Rising hunger and stalled aid deliveries are creating a "fast unraveling crisis" in Afghanistan, UNICEF warned on Tuesday.
"Around half of the country — 23 million people — are in need of aid, so the scale is extraordinary and it's a fast unraveling crisis to all," Samantha Mort, the chief of communications for UNICEF Afghanistan, told DW in an interview.
Aid agencies, including UNICEF, are racing against time to deliver aid before the onset of winter.
"UNICEF is bringing in aid through chartered flights and through the border with Pakistan so we're getting aid in, but every day it's getting colder," she said.
"There's snow already in the mountains, rural areas are being cut off and it's really a race against time to pre-position those supplies before they're inaccessible," she stressed.
'Humanitarian catastrophe'
Last week, the UN's special representative for Afghanistan warned that the country is "on the brink of a humanitarian catastrophe," with 22% of the population of 38 million already near famine and another 36% facing acute food insecurity — hunger on a daily basis — mainly because people cannot afford food.
"We've got poverty levels that are off the charts and that means that families are being forced to make desperate decisions," Mort said, adding that parents must take children out of school and make them work.
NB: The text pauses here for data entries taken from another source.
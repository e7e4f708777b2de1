package dev.cairn.models.plan;

import dev.cairn.models.Version;
import dev.cairn.models.result.Metric;
import dev.cairn.models.result.Result;
import dev.cairn.samplers.Progress;
import java.util.ArrayList;
import java.util.LinkedHashMap;
import java.util.List;
import java.util.Map;
import java.util.concurrent.ExecutionException;
import java.util.concurrent.ForkJoinPool;
import java.util.concurrent.atomic.AtomicLong;
import java.util.stream.IntStream;
import org.apache.commons.rng.JumpableUniformRandomProvider;
import org.apache.commons.rng.UniformRandomProvider;
import org.apache.commons.rng.simple.RandomSource;

/**
 * Simulates whole tests under a plan. Each test draws its truth (baseline and lifts, when they are
 * distributions), then day by day each arm's new users as sufficient statistics ({@link DailyStats}: exact
 * laws, no per-user work), and at each look day applies the rule ({@link LookRule}) to the data so far. Every
 * look is kept in the tallies twice: as a fixed-horizon analysis on that day, and — at the first look that
 * decides — as the stop of the sequential rule. Looks start on minDays.
 *
 * <p>Tests run in blocks of {@value #BLOCK}; block b's random stream is the seed's xoshiro256++ generator
 * advanced by b + 1 jumps of 2^128, and its tests use it in order. Block tallies are added in block order, so
 * the figures are the same on any number of threads.
 */
public final class Planner {
    /** Tests per block (one random stream each). */
    static final int BLOCK = 50;

    private Planner() {
    }

    /**
     * Runs a plan.
     *
     * @param plan     the plan
     * @param threads  worker threads (the figures do not depend on them)
     * @param progress receives tests done (as one "chain" of experiments steps)
     * @return the figures
     */
    public static PlanResult run(PlanSpec plan, int threads, Progress progress) {
        long started = System.nanoTime();
        int[] lookDays = plan.lookDays();
        int blocks = (plan.experiments() + BLOCK - 1) / BLOCK;
        UniformRandomProvider[] streams = new UniformRandomProvider[blocks];
        JumpableUniformRandomProvider master = (JumpableUniformRandomProvider) RandomSource.XO_SHI_RO_256_PP.create(plan.seed());
        for (int b = 0; b < blocks; b++) {
            streams[b] = master.jump();
        }
        progress.start(1, plan.experiments());
        AtomicLong done = new AtomicLong();
        ForkJoinPool pool = new ForkJoinPool(Math.max(1, threads));
        PlanTally[] tallies;
        try {
            tallies = pool.submit(() -> IntStream.range(0, blocks).parallel().mapToObj(b -> {
                PlanTally t = new PlanTally(plan.arms().size(), lookDays.length);
                int from = b * BLOCK, to = Math.min(plan.experiments(), from + BLOCK);
                Experiment experiment = new Experiment(plan, lookDays);
                for (int e = from; e < to; e++) {
                    experiment.run(streams[b], t);
                    progress.report(0, done.incrementAndGet(), plan.experiments(), false);
                }
                return t;
            }).toArray(PlanTally[]::new)).get();
        } catch (InterruptedException e) {
            Thread.currentThread().interrupt();
            throw new java.util.concurrent.CancellationException("interrupted");
        } catch (ExecutionException e) {
            if (e.getCause() instanceof RuntimeException re) {
                throw re;
            }
            throw new IllegalStateException(e.getCause());
        } finally {
            pool.shutdownNow();
        }
        PlanTally all = new PlanTally(plan.arms().size(), lookDays.length);
        for (PlanTally t : tallies) {
            all.add(t);
        }
        double seconds = (System.nanoTime() - started) / 1e9;
        return summarise(plan, lookDays, all, new PlanResult.Run(seconds, threads, Version.get()));
    }

    /** One simulated test at a time, reusing its buffers. */
    private static final class Experiment {
        private final PlanSpec plan;
        private final int[] lookDays;
        private final LookRule rule;
        private final int k;
        private final double[][] sums;
        private final double[] day = new double[4];
        private final double[] truth;
        private final LookRule.Outcome outcome = new LookRule.Outcome();
        /** The last test's arms, reused when the next test's truth is the same (fixed effects and baseline). */
        private final DailyStats[] last;

        Experiment(PlanSpec plan, int[] lookDays) {
            this.plan = plan;
            this.lookDays = lookDays;
            this.rule = plan.lookRule();
            this.k = plan.arms().size();
            this.sums = new double[k][4];
            this.truth = new double[k];
            this.last = new DailyStats[k];
        }

        void run(UniformRandomProvider rng, PlanTally t) {
            double[] base = plan.baseline().draw(rng);
            DailyStats.Source[] sources = new DailyStats.Source[k];
            for (int a = 0; a < k; a++) {
                double p = Math.min(1, base[0] * (1 + plan.payerRateLift()[a].draw(rng)));
                double mu = base[1] + Math.log1p(plan.arppuLift()[a].draw(rng));
                ArmTruth arm = new ArmTruth(plan.usersPerDay()[a], p, Double.isNaN(base[2]) ? Double.NaN : mu, base[2]);
                truth[a] = value(plan.metric(), arm);
                if (last[a] == null || !last[a].truth().equals(arm)) {
                    last[a] = DailyStats.of(arm);
                }
                sources[a] = last[a].start(rng);
                java.util.Arrays.fill(sums[a], 0);
            }
            t.truth(truth, plan.control(), base);
            int look = 0;
            boolean stopped = false;
            for (int d = 1; d <= plan.maxDays(); d++) {
                for (int a = 0; a < k; a++) {
                    sources[a].next(day);
                    for (int j = 0; j < 4; j++) {
                        sums[a][j] += day[j];
                    }
                }
                if (d != lookDays[look]) {
                    continue;
                }
                rule.decide(sums, rng, outcome);
                t.fixed(look, outcome, truth, plan.control());
                if (!stopped && outcome.code != LookRule.KEEP_COLLECTING) {
                    t.stop(look, outcome, truth, plan.control());
                    stopped = true;
                }
                look++;
            }
            if (!stopped) {
                t.undecided(outcome, truth, plan.control());
            }
        }
    }

    /** The true value of the metric for an arm. */
    static double value(Metric metric, ArmTruth arm) {
        if (metric == Metric.PAYER_RATE) {
            return arm.payerRate();
        }
        return metric == Metric.ARPPU ? arm.arppu() : arm.arpu();
    }

    private static PlanResult summarise(PlanSpec plan, int[] lookDays, PlanTally t, PlanResult.Run run) {
        double n = t.tests;
        List<String> arms = plan.arms();
        String control = arms.get(plan.control());
        Map<String, Long> users = new LinkedHashMap<>();
        for (int a = 0; a < arms.size(); a++) {
            users.put(arms.get(a), plan.usersPerDay()[a]);
        }
        Metric metric = plan.metric();
        boolean lossRule = plan.rule() == LookRule.Kind.EXPECTED_LOSS;
        PlanResult.Settings settings = new PlanResult.Settings(arms, control, users, metric.key(),
                metric.unitLabel(plan.currency()), lossRule ? "expected-loss" : "prob-above", plan.tolerance(),
                lossRule ? (plan.tolerance() != null ? "spec" : "default") : null, lossRule ? null : plan.threshold(),
                plan.minDays(), plan.maxDays(), plan.lookEvery(), java.util.Arrays.stream(lookDays).boxed().toList(),
                plan.experiments(), plan.seed(), plan.approximate() ? "approximate" : "draws", plan.draws(), plan.currency());

        Baseline b = plan.baseline();
        String note = null;
        if (b instanceof Baseline.Drawn d) {
            note = d.note() != null ? d.note() : "drawn for each test from the plan's baseline priors";
        } else if (b instanceof Baseline.Posterior p) {
            note = "drawn for each test from the posterior draws of arm '" + p.arm() + "' in " + p.path() + " ("
                    + p.rows().length + " draws)";
        }
        double[] means = {t.baseSum[0] / n, t.baseSum[1] / n, t.baseSum[2] / n};
        if (b instanceof Baseline.Fixed f) {
            means = new double[] {f.payerRate(), f.logSpendMean(), f.logSpendSd()};
        }
        PlanResult.BaselineUsed baseline = new PlanResult.BaselineUsed(b.source(), means[0],
                b.hasSpend() ? means[1] : null, b.hasSpend() ? means[2] : null, note);
        Map<String, PlanResult.ArmAssumed> assumed = new LinkedHashMap<>();
        for (int a = 0; a < arms.size(); a++) {
            assumed.put(arms.get(a), new PlanResult.ArmAssumed(describe(plan.payerRateLift()[a]),
                    b.hasSpend() ? describe(plan.arppuLift()[a]) : null, t.valueSum[a] / n,
                    a == plan.control() ? null : t.liftSum[a] / n, t.bestShare[a] / n));
        }

        int looks = lookDays.length;
        long[] stopDays = new long[plan.maxDays() + 1];
        long ship = 0, keep = 0, shipWorse = 0, shipNotBetter = 0, shipBetter = 0, shipBest = 0, pickBest = 0;
        double loss = 0, regret = 0;
        for (int l = 0; l <= looks; l++) {
            stopDays[l < looks ? lookDays[l] : plan.maxDays()] += t.stopAt[l];
            ship += t.stopShip[l];
            keep += t.stopKeep[l];
            shipWorse += t.stopShipWorse[l];
            shipNotBetter += t.stopShipNotBetter[l];
            shipBetter += t.stopShipBetter[l];
            shipBest += t.stopShipBest[l];
            pickBest += t.stopPickBest[l];
            loss += t.stopLoss[l];
            regret += t.stopRegret[l];
        }
        long undecided = t.stopAt[looks];
        Map<String, Double> acted = new LinkedHashMap<>();
        for (int a = 0; a < arms.size(); a++) {
            acted.put(arms.get(a), t.acted[a] / n);
        }
        boolean uncertain = plan.uncertain();
        PlanResult.AtStop atStop = new PlanResult.AtStop((n - undecided) / n, ship / n, keep / n, undecided / n,
                shipWorse / n, shipNotBetter / n, shipBetter / n, shipBest / n, pickBest / n, loss / n, regret / n,
                uncertain ? null : ship / n, uncertain ? ship / n : null, duration(stopDays, t.tests), acted);

        List<PlanResult.Day> days = new ArrayList<>();
        long cumStop = 0, cumShip = 0, cumWorse = 0, cumBest = 0;
        double cumLoss = 0;
        for (int l = 0; l < looks; l++) {
            cumStop += t.stopAt[l];
            cumShip += t.stopShip[l];
            cumWorse += t.stopShipWorse[l];
            cumBest += t.stopShipBest[l];
            cumLoss += t.stopLoss[l];
            PlanResult.Sequential seq = new PlanResult.Sequential(t.stopAt[l] / n, cumStop / n, cumShip / n, cumWorse / n,
                    cumBest / n, cumStop == 0 ? null : cumLoss / cumStop);
            PlanResult.Fixed fixed = new PlanResult.Fixed(t.decided[l] / n, t.ship[l] / n, t.shipWorse[l] / n,
                    t.shipNotBetter[l] / n, t.shipBest[l] / n, t.pickBest[l] / n, t.loss[l] / n, t.regret[l] / n,
                    t.drew[l] / n);
            days.add(new PlanResult.Day(lookDays[l], seq, fixed));
        }
        return new PlanResult("plan", plan.title(), settings, new PlanResult.Assumptions(baseline, assumed), atStop, days,
                warnings(plan, t, lookDays), Result.CAUTIONS, run);
    }

    /** A lift as plan.json shows it: the number, or the distribution's parameters. */
    private static Object describe(Lift lift) {
        return switch (lift.family()) {
            case "fixed" -> lift.first();
            case "normal" -> Map.of("family", "normal", "mean", lift.first(), "sd", lift.second());
            default -> Map.of("family", "uniform", "lower", lift.first(), "upper", lift.second());
        };
    }

    private static PlanResult.Duration duration(long[] stopDays, long tests) {
        double mean = 0;
        for (int d = 0; d < stopDays.length; d++) {
            mean += d * (double) stopDays[d];
        }
        return new PlanResult.Duration(mean / tests, quantile(stopDays, tests, 0.10), quantile(stopDays, tests, 0.25),
                quantile(stopDays, tests, 0.50), quantile(stopDays, tests, 0.75), quantile(stopDays, tests, 0.90));
    }

    /** The smallest day by which at least share q of the tests had stopped. */
    private static int quantile(long[] stopDays, long tests, double q) {
        long cumulative = 0;
        for (int d = 0; d < stopDays.length; d++) {
            cumulative += stopDays[d];
            if (cumulative >= q * tests) {
                return d;
            }
        }
        return stopDays.length - 1;
    }

    private static List<String> warnings(PlanSpec plan, PlanTally t, int[] lookDays) {
        List<String> w = new ArrayList<>();
        long drew = 0;
        for (long d : t.drew) {
            drew += d;
        }
        if (plan.approximate() && drew > 0) {
            w.add(String.format(java.util.Locale.ROOT, "%.1f%% of looks had fewer than %d payers or non-payers in some "
                    + "arm and took %d exact posterior draws per arm instead of the approximation",
                    100.0 * drew / (t.tests * (double) lookDays.length), LookRule.APPROXIMATE_FROM, plan.draws()));
        }
        if (plan.experiments() < 2000) {
            w.add("only " + plan.experiments() + " simulated tests: shares carry a Monte Carlo error of up to about "
                    + String.format(java.util.Locale.ROOT, "%.1f", 100 * 0.5 / Math.sqrt(plan.experiments()))
                    + " percentage points");
        }
        return w;
    }
}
"Families are being forced to exchange children for dowries in early marriage. We're seeing higher rates of child recruitment by armed groups, so children are extremely vulnerable," she added.
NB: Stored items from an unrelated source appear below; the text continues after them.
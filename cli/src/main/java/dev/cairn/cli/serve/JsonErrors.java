package dev.cairn.cli.serve;

import java.nio.ByteBuffer;
import java.util.Locale;
import org.eclipse.jetty.http.HttpFields;
import org.eclipse.jetty.http.HttpHeader;
import org.eclipse.jetty.http.HttpStatus;
import org.eclipse.jetty.server.Request;
import org.eclipse.jetty.server.Response;
import org.eclipse.jetty.server.handler.ErrorHandler;
import org.eclipse.jetty.util.Callback;

/**
 * The errors the server itself raises (a malformed request line, headers too large, a handler that threw)
 * in the service's own JSON form, never an HTML page or a stack trace.
 */
final class JsonErrors extends ErrorHandler {

    @Override
    protected void generateResponse(Request request, Response response, int code, String message, Throwable cause,
                                    Callback callback) {
        response.getHeaders().put(HttpHeader.CONTENT_TYPE, "application/json");
        response.write(true, ByteBuffer.wrap(ErrorBody.of(code, text(code, message, cause))), callback);
    }

    @Override
    public ByteBuffer badMessageError(int status, String reason, HttpFields.Mutable fields) {
        fields.put(HttpHeader.CONTENT_TYPE, "application/json");
        return ByteBuffer.wrap(ErrorBody.of(status, text(status, reason, null)));
    }

    private static String text(int code, String message, Throwable cause) {
        if (code >= 500) { // say what, not where inside the server
            return code == 500 ? "internal error" + (cause == null ? "" : ": " + cause.getClass().getSimpleName())
                    : HttpStatus.getMessage(code);
        }
        String reason = message == null || message.isBlank() ? HttpStatus.getMessage(code) : message;
        return String.format(Locale.ROOT, "bad request: %s", reason.replaceAll("[\\r\\n]+", " "));
    }
}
Peter Maurer, president of the International Committee of the Red Cross, said last week that aid groups are struggling to pay doctors, nurses and others on the ground because there is currently no way to transfer salaries to bank accounts in Afghanistan.
Afghanistan's economy is estimated to have contracted by 40% since the Taliban took control in August. The UN has warned that the country's collapsing economy is also increasing the risk of extremism.
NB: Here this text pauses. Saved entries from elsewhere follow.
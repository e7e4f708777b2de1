package dev.cairn.models.plan;

import dev.cairn.models.prior.Beta;
import dev.cairn.models.prior.NormalInverseGamma;
import org.apache.commons.rng.UniformRandomProvider;
import org.apache.commons.rng.sampling.distribution.AhrensDieterMarsagliaTsangGammaSampler;
import org.apache.commons.rng.sampling.distribution.ChengBetaSampler;
import org.apache.commons.rng.sampling.distribution.ZigguratSampler;

/**
 * What is assumed true of the control: its payer rate and lognormal spend per payer. Either fixed, or drawn
 * anew for every simulated test from a distribution — priors (a design prior), priors fitted to history, or
 * a previous fit's posterior draws — so that the plan's figures average over what the baseline may be.
 */
public sealed interface Baseline {
    /**
     * One test's baseline.
     *
     * @param rng the test's stream (not used by a fixed baseline)
     * @return {payer rate, mean of log spend, sd of log spend}; the spend values NaN without spend
     */
    double[] draw(UniformRandomProvider rng);

    /** {@return whether the baseline carries spend per payer} */
    boolean hasSpend();

    /** {@return "fixed", "priors", "history" or "result"} */
    String source();

    /** {@return whether every test has the same baseline} */
    default boolean fixed() {
        return source().equals("fixed");
    }

    /**
     * Fixed numbers.
     *
     * @param payerRate    the payer rate
     * @param logSpendMean the mean of log spend (NaN without spend)
     * @param logSpendSd   the sd of log spend (NaN without spend)
     */
    record Fixed(double payerRate, double logSpendMean, double logSpendSd) implements Baseline {
        @Override
        public double[] draw(UniformRandomProvider rng) {
            return new double[] {payerRate, logSpendMean, logSpendSd};
        }

        @Override
        public boolean hasSpend() {
            return !Double.isNaN(logSpendSd);
        }

        @Override
        public String source() {
            return "fixed";
        }
    }

    /**
     * Drawn from distributions: p ~ Beta, and (mu, sigma^2) ~ Normal-Inverse-Gamma when spend is given.
     *
     * @param payerRate the payer rate's distribution
     * @param logSpend  the log spend's distribution, or null without spend
     * @param source    "priors" or "history"
     * @param note      how the distributions were found (null when given)
     */
    record Drawn(Beta payerRate, NormalInverseGamma logSpend, String source, String note) implements Baseline {
        @Override
        public double[] draw(UniformRandomProvider rng) {
            double p = ChengBetaSampler.of(rng, payerRate.a(), payerRate.b()).sample();
            if (logSpend == null) {
                return new double[] {p, Double.NaN, Double.NaN};
            }
            double variance = logSpend.beta0() / AhrensDieterMarsagliaTsangGammaSampler.of(rng, logSpend.alpha0(), 1).sample();
            double mu = logSpend.mu0() + Math.sqrt(variance / logSpend.kappa0())
                    * ZigguratSampler.NormalizedGaussian.of(rng).sample();
            return new double[] {p, mu, Math.sqrt(variance)};
        }

        @Override
        public boolean hasSpend() {
            return logSpend != null;
        }
    }

    /**
     * A previous fit's posterior draws of one arm, one draw picked at random per test.
     *
     * @param rows   per draw {payer rate, mean of log spend, sd of log spend} (spend NaN without spend)
     * @param path   the result.json, as the plan spec names it
     * @param arm    the arm
     */
    record Posterior(double[][] rows, String path, String arm) implements Baseline {
        @Override
        public double[] draw(UniformRandomProvider rng) {
            return rows[rng.nextInt(rows.length)].clone();
        }

        @Override
        public boolean hasSpend() {
            return !Double.isNaN(rows[0][2]);
        }

        @Override
        public String source() {
            return "result";
        }
    }
}
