package dev.cairn.cli.serve;

import com.fasterxml.jackson.databind.ObjectMapper;
import com.fasterxml.jackson.databind.node.ObjectNode;
import dev.cairn.models.InputException;
import dev.cairn.models.Version;
import dev.cairn.models.spec.SpecSchema;
import java.io.IOException;
import java.io.InputStream;
import java.io.UncheckedIOException;
import java.nio.ByteBuffer;
import java.nio.charset.StandardCharsets;
import java.util.Locale;
import java.util.concurrent.Executors;
import java.util.concurrent.ScheduledExecutorService;
import java.util.concurrent.ScheduledFuture;
import java.util.concurrent.TimeUnit;
import java.util.concurrent.atomic.AtomicBoolean;
import java.util.regex.Pattern;
import org.eclipse.jetty.http.HttpHeader;
import org.eclipse.jetty.io.Content;
import org.eclipse.jetty.server.Handler;
import org.eclipse.jetty.server.Request;
import org.eclipse.jetty.server.Response;
import org.eclipse.jetty.util.Callback;
import org.eclipse.jetty.util.Fields;

/**
 * The service's routes on Jetty's core handler API (see {@link Route#ALL}). A POST reads the body on the
 * request's thread (bounded by {@code --max-body}), checks the spec there, and then waits for the fit without
 * holding a thread: the answer is written by whichever comes first, the fit finishing or the wait running out.
 */
final class HttpApi extends Handler.Abstract {
    private static final ObjectMapper JSON = new ObjectMapper();
    private static final Pattern ID = Pattern.compile("[0-9a-f]{32}");
    private static final String JSON_TYPE = "application/json";
    private final FitService service;
    private final ScheduledExecutorService timers = Executors.newSingleThreadScheduledExecutor(r -> {
        Thread t = new Thread(r, "cairn-request-timers");
        t.setDaemon(true);
        return t;
    });
    private final byte[] openApi;

    HttpApi(FitService service) {
        this.service = service;
        try (InputStream in = HttpApi.class.getResourceAsStream("openapi.json")) {
            this.openApi = in.readAllBytes();
        } catch (IOException | NullPointerException e) {
            throw new IllegalStateException("openapi.json is missing from the jar", e);
        }
    }

    @Override
    public boolean handle(Request request, Response response, Callback callback) {
        String path = Request.getPathInContext(request);
        String method = request.getMethod();
        boolean pathKnown = false;
        for (Route r : Route.ALL) {
            String variable = r.match(path);
            if (variable == null) {
                continue;
            }
            pathKnown = true;
            if (r.method().equals(method)) {
                dispatch(r, variable, request, response, callback);
                return true;
            }
        }
        if (pathKnown) {
            response.getHeaders().put(HttpHeader.ALLOW, allowed(path));
            send(response, callback, 405, ErrorBody.of(405, method + " " + path + ": not allowed; use " + allowed(path)));
        } else {
            send(response, callback, 404, ErrorBody.of(404, path + ": no such route; see GET /v1/openapi.json"));
        }
        return true;
    }

    private static String allowed(String path) {
        StringBuilder out = new StringBuilder();
        for (Route r : Route.ALL) {
            if (r.match(path) != null) {
                out.append(out.length() == 0 ? "" : ", ").append(r.method());
            }
        }
        return out.toString();
    }

    private void dispatch(Route route, String id, Request request, Response response, Callback callback) {
        switch (route.method() + " " + route.template()) {
            case "POST /v1/fits" -> post(request, response, callback);
            case "GET /v1/fits/{id}" -> get(id, response, callback);
            case "DELETE /v1/fits/{id}" -> delete(id, response, callback);
            case "GET /v1/schema" -> {
                response.getHeaders().put(HttpHeader.CONTENT_TYPE, "application/schema+json");
                write(response, callback, 200, SpecSchema.text().getBytes(StandardCharsets.UTF_8));
            }
            case "GET /v1/health" -> send(response, callback, 200, health());
            case "GET /v1/openapi.json" -> send(response, callback, 200, openApi);
            default -> throw new IllegalStateException("route without a handler: " + route);
        }
    }

    private void post(Request request, Response response, Callback callback) {
        long max = service.settings().maxBodyBytes();
        if (request.getLength() > max) {
            send(response, callback, 413, ErrorBody.of(413, tooLarge(request.getLength(), max)));
            return;
        }
        byte[] body;
        try {
            body = Content.Source.asInputStream(request).readNBytes((int) Math.min(Integer.MAX_VALUE - 8, max + 1));
        } catch (IOException e) {
            send(response, callback, 400, ErrorBody.of(400, "the request body could not be read: " + e.getMessage()));
            return;
        }
        if (body.length > max) {
            send(response, callback, 413, ErrorBody.of(413, tooLarge(-1, max)));
            return;
        }
        double waitSeconds;
        FitJob job;
        try {
            waitSeconds = waitSeconds(request);
            job = service.submit(new String(body, StandardCharsets.UTF_8));
        } catch (InputException e) {
            send(response, callback, 400, ErrorBody.of(400, e.getMessage()));
            return;
        } catch (FitService.Busy e) {
            response.getHeaders().put(HttpHeader.RETRY_AFTER, Long.toString(e.retryAfterSeconds));
            send(response, callback, 429, ErrorBody.of(429, e.getMessage()));
            return;
        }
        AtomicBoolean answered = new AtomicBoolean();
        ScheduledFuture<?> timer = timers.schedule(() -> {
            if (answered.compareAndSet(false, true)) {
                pending(job, response, callback);
            }
        }, (long) (waitSeconds * 1000), TimeUnit.MILLISECONDS);
        job.answer().thenAccept(a -> {
            if (answered.compareAndSet(false, true)) {
                timer.cancel(false);
                finished(job, a, response, callback);
            }
        });
    }

    private static String tooLarge(long length, long max) {
        return String.format(Locale.ROOT, "the request body%s is larger than the %,d bytes this service takes "
                + "(--max-body); put large tables in a file under the service's --data-root", length < 0 ? ""
                : String.format(Locale.ROOT, " (%,d bytes)", length), max);
    }

    /** The {@code wait} query parameter in seconds (0 up to the service's {@code --wait}), or the default. */
    private double waitSeconds(Request request) {
        double most = service.settings().waitFor().toMillis() / 1000.0;
        Fields query = Request.extractQueryParameters(request);
        String given = query.getValue("wait");
        if (given == null) {
            return most;
        }
        double w;
        try {
            w = Double.parseDouble(given);
        } catch (NumberFormatException e) {
            throw new InputException("?wait: expected seconds, found '" + given + "'");
        }
        if (!(w >= 0)) {
            throw new InputException("?wait: must be >= 0 seconds, was " + given);
        }
        return Math.min(w, most);
    }

    private void get(String id, Response response, Callback callback) {
        FitJob job = ID.matcher(id).matches() ? service.get(id) : null;
        if (job == null) {
            send(response, callback, 404, ErrorBody.of(404, "/v1/fits/" + id + ": no such fit here (never submitted, "
                    + "deleted, or forgotten after --keep-for)"));
            return;
        }
        FitJob.Answer a = job.answerNow();
        if (a == null) {
            pending(job, response, callback);
        } else {
            finished(job, a, response, callback);
        }
    }

    private void delete(String id, Response response, Callback callback) {
        FitJob job = ID.matcher(id).matches() ? service.delete(id) : null;
        if (job == null) {
            send(response, callback, 404, ErrorBody.of(404, "/v1/fits/" + id + ": no such fit here"));
            return;
        }
        ObjectNode out = JSON.createObjectNode();
        out.put("id", job.id);
        out.put("state", job.state() == FitJob.State.DONE || job.state() == FitJob.State.FAILED
                || job.state() == FitJob.State.TIMED_OUT ? "deleted" : "cancelled");
        send(response, callback, 200, bytes(out));
    }

    private void pending(FitJob job, Response response, Callback callback) {
        ObjectNode out = JSON.createObjectNode();
        out.put("id", job.id);
        out.put("state", job.state().word);
        out.put("progress", Math.round(job.fractionDone() * 1000) / 1000.0);
        out.put("location", location(job));
        response.getHeaders().put(HttpHeader.LOCATION, location(job));
        response.getHeaders().put(HttpHeader.RETRY_AFTER, "1");
        send(response, callback, 202, bytes(out));
    }

    private void finished(FitJob job, FitJob.Answer a, Response response, Callback callback) {
        response.getHeaders().put(HttpHeader.LOCATION, location(job));
        send(response, callback, a.status(), a.body());
    }

    private static String location(FitJob job) {
        return "/v1/fits/" + job.id;
    }

    private byte[] health() {
        ObjectNode out = JSON.createObjectNode();
        out.put("status", "ok");
        out.put("version", Version.get());
        out.put("running", service.running());
        out.put("queued", service.queued());
        out.put("kept", service.kept());
        ServiceSettings s = service.settings();
        ObjectNode limits = out.putObject("limits");
        limits.put("running", s.running());
        limits.put("queued", s.queued());
        limits.put("waitSeconds", s.waitFor().toMillis() / 1000.0);
        limits.put("maxBodyBytes", s.maxBodyBytes());
        limits.put("maxRows", s.maxRows());
        limits.put("maxKeptValues", s.maxKeptValues());
        limits.put("timeLimitSeconds", s.timeLimit().toMillis() / 1000.0);
        limits.put("keepForSeconds", s.keepFor().toMillis() / 1000.0);
        limits.put("keepCount", s.keepCount());
        limits.put("keepBytes", s.keepBytes());
        limits.put("dataFiles", s.dataRoot() != null);
        limits.put("store", s.store() != null);
        return bytes(out);
    }

    private static byte[] bytes(ObjectNode node) {
        try {
            return (JSON.writeValueAsString(node) + "\n").getBytes(StandardCharsets.UTF_8);
        } catch (com.fasterxml.jackson.core.JsonProcessingException e) {
            throw new UncheckedIOException(e);
        }
    }

    private static void send(Response response, Callback callback, int status, byte[] body) {
        response.getHeaders().put(HttpHeader.CONTENT_TYPE, JSON_TYPE);
        write(response, callback, status, body);
    }

    private static void write(Response response, Callback callback, int status, byte[] body) {
        response.setStatus(status);
        response.getHeaders().put(HttpHeader.CACHE_CONTROL, "no-store");
        response.write(true, ByteBuffer.wrap(body), callback);
    }

    @Override
    protected void doStop() throws Exception {
        timers.shutdownNow();
        super.doStop();
    }
}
Afghanistan on track to become 'largest humanitarian appeal in history'
Richard Trenchard, the representative for the UN's Food and Agricultural Organization in Afghanistan, has warned that the situation in the country "desperate."
"What's really worrying us is that it looks like it's going to get worse," he told DW, adding that acute hunger has spread from rural areas to nine out of 10 of Afghanistan's largest cities.
"Next year I think the humanitarian community here will be asking for well over $4 billion [€3.6 billion] — that would be the largest humanitarian appeal, I think, in history of any country," he said.